◆ **Problem to work on**: Return the lines below in which the string "selected" occurs.

◆ **Supplied information**:
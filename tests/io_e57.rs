//! E57 input (ASTM E2807) against a file written by an independent library: pye57, the
//! Python bindings of the libE57Format reference implementation, run by
//! tools/fixtures/e57_fixtures.py, which also recorded what pye57 reads back
//! (tests/data/e57/two_scans.json). Then scan selection, the point source, and damaged files.

// Coordinates are indexed by axis, as the formulas write them.
#![allow(clippy::needless_range_loop)]

use std::path::{Path, PathBuf};
use std::process::Command;

use equiscan::io::{PointSource, read_cloud};
use serde_json::Value;

fn data(name: &str) -> PathBuf {
    Path::new(env!("CARGO_MANIFEST_DIR"))
        .join("tests/data/e57")
        .join(name)
}

fn reference() -> Value {
    serde_json::from_str(&std::fs::read_to_string(data("two_scans.json")).unwrap()).unwrap()
}

fn f(v: &Value) -> f64 {
    v.as_f64().unwrap()
}

fn with_sel(sel: &str) -> PathBuf {
    PathBuf::from(format!("{}#{sel}", data("two_scans.e57").display()))
}

/// Every valid point of both scans, in file order, in the file's frame (poses applied; the
/// second scan's spherical coordinates converted), with intensity and colour as pye57 reads
/// them; the two invalid points dropped.
#[test]
fn values_match_the_reference_library() {
    let r = reference();
    let (cloud, info) = read_cloud(&data("two_scans.e57")).unwrap();
    let scans = r["scans"].as_array().unwrap();
    let want: Vec<&Value> = scans
        .iter()
        .flat_map(|s| s["points"].as_array().unwrap())
        .collect();
    assert_eq!(cloud.len(), want.len());
    assert_eq!(cloud.len(), 41 + 29);
    assert_eq!(
        info.point_count,
        42 + 30,
        "declared, invalid points included"
    );
    let mut worst = 0.0f64;
    for (i, p) in want.iter().enumerate() {
        let g = cloud.global(i);
        for k in 0..3 {
            worst = worst.max((g[k] - f(&p[k])).abs());
        }
    }
    // f32 offsets within 20 m of the origin: steps of about 2e-6 m.
    assert!(worst < 1e-5, "largest coordinate difference {worst} m");
    let intensity = cloud.intensity.as_ref().unwrap();
    let want_i: Vec<f64> = scans
        .iter()
        .flat_map(|s| s["intensity"].as_array().unwrap().iter().map(f))
        .collect();
    for (a, b) in intensity.iter().zip(&want_i) {
        assert!((*a as f64 - b).abs() < 1e-6, "{a} vs {b}");
    }
    // 8-bit colour kept as stored; the second scan has none (0).
    let colour = cloud.color.as_ref().unwrap();
    let want_c = scans[0]["color"].as_array().unwrap();
    for (i, c) in want_c.iter().enumerate() {
        let c: Vec<u16> = c
            .as_array()
            .unwrap()
            .iter()
            .map(|v| v.as_u64().unwrap() as u16)
            .collect();
        assert_eq!(colour[i].to_vec(), c, "point {i}");
    }
    assert!(colour[41..].iter().all(|c| *c == [0, 0, 0]));
    assert_eq!(info.format, "E57");
    assert_eq!(info.crs.as_deref(), r["coordinate_metadata"].as_str());
    assert_eq!(info.viewpoint, None, "two scans: no single viewpoint");
}

/// `info` lists every scan with name, points, pose and scanner position, as pye57 reads them.
#[test]
fn scans_are_listed_with_pose_and_position() {
    let r = reference();
    let (_, info) = read_cloud(&data("two_scans.e57")).unwrap();
    assert_eq!(info.scans.len(), 2);
    for (s, want) in info.scans.iter().zip(r["scans"].as_array().unwrap()) {
        assert_eq!(s.name, want["name"].as_str().unwrap());
        assert_eq!(s.points, want["records"].as_u64().unwrap());
        assert!(s.selected && s.has_pose);
        let pos = want["scanner_position"].as_array().unwrap();
        for k in 0..3 {
            assert!((s.scanner_position[k] - f(&pos[k])).abs() < 1e-9);
            assert_eq!(s.pose[k][3], s.scanner_position[k]);
        }
        // The rotation block is the quaternion's matrix (unit quaternion w x y z; the usual
        // formula, from memory).
        let q: Vec<f64> = want["rotation_wxyz"]
            .as_array()
            .unwrap()
            .iter()
            .map(f)
            .collect();
        let (w, x, y, z) = (q[0], q[1], q[2], q[3]);
        let m = [
            [
                1.0 - 2.0 * (y * y + z * z),
                2.0 * (x * y - w * z),
                2.0 * (x * z + w * y),
            ],
            [
                2.0 * (x * y + w * z),
                1.0 - 2.0 * (x * x + z * z),
                2.0 * (y * z - w * x),
            ],
            [
                2.0 * (x * z - w * y),
                2.0 * (y * z + w * x),
                1.0 - 2.0 * (x * x + y * y),
            ],
        ];
        for i in 0..3 {
            for j in 0..3 {
                assert!((s.pose[i][j] - m[i][j]).abs() < 1e-12, "{i} {j}");
            }
        }
    }
    assert_eq!(info.scans[0].coordinates, "cartesian");
    assert_eq!(info.scans[1].coordinates, "spherical");
}

#[test]
fn one_scan_by_name_or_index_with_its_viewpoint() {
    let r = reference();
    let (all, _) = read_cloud(&data("two_scans.e57")).unwrap();
    for sel in ["south station", "1"] {
        let (c, info) = read_cloud(&with_sel(sel)).unwrap();
        assert_eq!(c.len(), 29, "{sel}");
        assert!(info.path.ends_with(&format!("#{sel}")));
        assert_eq!(info.point_count, 30);
        assert!(!info.scans[0].selected && info.scans[1].selected);
        let pos = r["scans"][1]["scanner_position"].as_array().unwrap();
        let v = info.viewpoint.unwrap();
        for k in 0..3 {
            assert_eq!(v[k], f(&pos[k]));
        }
        for i in 0..c.len() {
            let (a, b) = (c.global(i), all.global(41 + i));
            for k in 0..3 {
                assert!((a[k] - b[k]).abs() < 1e-5);
            }
        }
        // No colour in this scan.
        assert!(c.color.is_none());
    }
    let (c, info) = read_cloud(&with_sel("north station")).unwrap();
    assert_eq!((c.len(), info.viewpoint.is_some()), (41, true));
}

#[test]
fn selection_errors_are_one_line() {
    let e = read_cloud(&with_sel("7")).unwrap_err().to_string();
    assert!(
        e.contains("has no scan named or numbered \"7\"")
            && e.contains("0 \"north station\", 1 \"south station\"")
            && e.contains("index from 0 to 1")
            && !e.contains('\n'),
        "{e}"
    );
    let las = Path::new(env!("CARGO_MANIFEST_DIR")).join("tests/data/las/autzen.las");
    let e = read_cloud(&PathBuf::from(format!("{}#0", las.display())))
        .unwrap_err()
        .to_string();
    assert!(e.contains("only E57 files hold several scans"), "{e}");
}

#[test]
fn point_source_chunks_equal_read_cloud() {
    for path in [data("two_scans.e57"), with_sel("0")] {
        let (whole, info) = read_cloud(&path).unwrap();
        for chunk in [1usize, 7, 1000] {
            let mut src = PointSource::open(&path).unwrap();
            assert_eq!(src.info(), &info);
            let mut pos = Vec::new();
            let mut int = Vec::new();
            while let Some(c) = src.next_chunk(chunk).unwrap() {
                assert!(c.len() <= chunk);
                assert_eq!(c.origin, whole.origin);
                pos.extend(c.positions);
                int.extend(c.intensity.unwrap());
            }
            assert_eq!(pos, whole.positions);
            assert_eq!(Some(int), whole.intensity);
        }
    }
}

fn one_line_input_error(bytes: &[u8], what: &str) -> String {
    let dir = tempfile::tempdir().unwrap();
    let p = dir.path().join("bad.e57");
    std::fs::write(&p, bytes).unwrap();
    let e = read_cloud(&p).expect_err(what);
    let msg = e.to_string();
    assert!(
        msg.starts_with(&format!("{}: ", p.display())) && !msg.contains('\n'),
        "{what}: {msg}"
    );
    assert_eq!(e.kind(), equiscan::error::Kind::Input, "{what}: {msg}");
    msg
}

/// Truncated files, a damaged page (its CRC no longer matches; pages are 1024 bytes with a
/// 4-byte CRC-32C at the end, ASTM E2807, from memory) and a missing XML section each give a
/// one-line input error naming the file.
#[test]
fn damaged_files_are_refused_in_one_line() {
    let good = std::fs::read(data("two_scans.e57")).unwrap();
    for cut in [10, 47, 48, 1000, 1024, good.len() / 2, good.len() - 1] {
        let m = one_line_input_error(&good[..cut], &format!("cut at {cut}"));
        if cut >= 48 {
            assert!(m.contains("truncated"), "cut {cut}: {m}");
        }
    }
    // A byte flipped inside every page in turn: the page's checksum fails (or, in the last
    // page, the XML no longer parses).
    for page in 0..good.len() / 1024 {
        let mut b = good.clone();
        b[page * 1024 + 500] ^= 0x5A;
        let m = one_line_input_error(&b, &format!("page {page} damaged"));
        assert!(
            m.contains(&format!("page {page} of the file is damaged")),
            "{m}"
        );
    }
    // The XML section moved outside the file.
    let mut b = good.clone();
    b[24..32].copy_from_slice(&(good.len() as u64 * 2).to_le_bytes());
    let m = one_line_input_error(&b, "XML outside");
    assert!(m.contains("XML section"), "{m}");
    // Version 2 is not read.
    let mut b = good.clone();
    b[8] = 2;
    let m = one_line_input_error(&b, "version 2");
    assert!(m.contains("E57 version 2"), "{m}");
}

/// Every single-bit flip at a stride through the file and every cut: no panic, and either a
/// cloud or a one-line error.
#[test]
fn flipped_bits_never_panic() {
    let good = std::fs::read(data("two_scans.e57")).unwrap();
    let dir = tempfile::tempdir().unwrap();
    let p = dir.path().join("x.e57");
    let mut refused = 0;
    for (n, at) in (0..good.len()).step_by(13).enumerate() {
        let mut b = good.clone();
        b[at] ^= 1 << (n % 8);
        std::fs::write(&p, &b).unwrap();
        match read_cloud(&p) {
            Ok((c, _)) => c.validate().unwrap(),
            Err(e) => {
                refused += 1;
                assert!(!e.to_string().contains('\n'), "{e}");
            }
        }
    }
    assert!(refused > 0);
}

#[test]
fn the_command_prints_one_line_and_exits_2() {
    let dir = tempfile::tempdir().unwrap();
    let p = dir.path().join("cut.e57");
    let good = std::fs::read(data("two_scans.e57")).unwrap();
    std::fs::write(&p, &good[..3000]).unwrap();
    let out = Command::new(env!("CARGO_BIN_EXE_equiscan"))
        .args(["info"])
        .arg(&p)
        .output()
        .unwrap();
    assert_eq!(out.status.code(), Some(2));
    let err = String::from_utf8(out.stderr).unwrap();
    assert_eq!(err.lines().count(), 1, "{err}");
    assert!(err.contains("truncated"), "{err}");
    let out = Command::new(env!("CARGO_BIN_EXE_equiscan"))
        .args(["info"])
        .arg(data("two_scans.e57"))
        .output()
        .unwrap();
    assert_eq!(out.status.code(), Some(0));
    let text = String::from_utf8(out.stdout).unwrap();
    assert!(
        text.contains("0 \"north station\": 42 points, cartesian"),
        "{text}"
    );
    assert!(
        text.contains("scanner at 512352.750000 5403198.000000 46.500000"),
        "{text}"
    );
    assert!(
        text.contains("ETRS89 / UTM zone 32N (EPSG 25832)"),
        "{text}"
    );
}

◆ **Result**:
        assert!(s.selected && s.has_pose);
        assert!(!info.scans[0].selected && info.scans[1].selected);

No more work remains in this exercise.